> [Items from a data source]
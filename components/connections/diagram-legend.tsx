import { MaterialCommunityIcons } from '@/components/ui/icons';
import { View } from 'react-native';
import Svg, { Line } from 'react-native-svg';
import { colors, space } from '@/components/theme';
import { Text } from '@/components/ui/text';
import { MEDIUM_ICONS, MEDIUM_LINES } from '@/components/connections/connection-vocabulary';
import { STATE_LOOK } from '@/components/tags/tag-vocabulary';
import { MEDIA, MEDIUM_LABELS } from '@/shared/rules/connections';
import type { PlantRoomDiagram } from '@/shared/types/connections';

/** What the lines and marks mean: each medium shown has its own line style, glyph and name. */
export function DiagramLegend({ diagram }: { diagram: PlantRoomDiagram }) {
  const media = MEDIA.filter((m) => diagram.connections.some((c) => c.medium === m));
  return (
    <View style={{ gap: space.xs }} testID="diagram-legend">
      <Text variant="label" bold>Key</Text>
      <View style={{ flexDirection: 'row', flexWrap: 'wrap', gap: space.md }}>
        {media.map((m) => (
          <View key={m} style={{ flexDirection: 'row', alignItems: 'center', gap: space.xs }}>
            <Svg width={36} height={10}><Line x1={0} y1={5} x2={36} y2={5} stroke={MEDIUM_LINES[m].stroke} strokeWidth={2.5} strokeDasharray={MEDIUM_LINES[m].dash} /></Svg>
            <MaterialCommunityIcons name={MEDIUM_ICONS[m]} size={18} color={colors.ink} />
            <Text variant="small">{MEDIUM_LABELS[m]}</Text>
          </View>
        ))}
      </View>
      <Text variant="small" muted>{`Arrows point from the supplying item to the item it supplies. States: ${(['normal', 'isolated', 'overridden', 'overdue'] as const).map((s) => STATE_LOOK[s].word).join(', ')}. A dashed box is an item in another room.`}</Text>
    </View>
  );
}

> [PROBLEM TO SOLVE] Would you tally the lines above holding "colors" and reply with the total alone?

> [RESPONSE] 2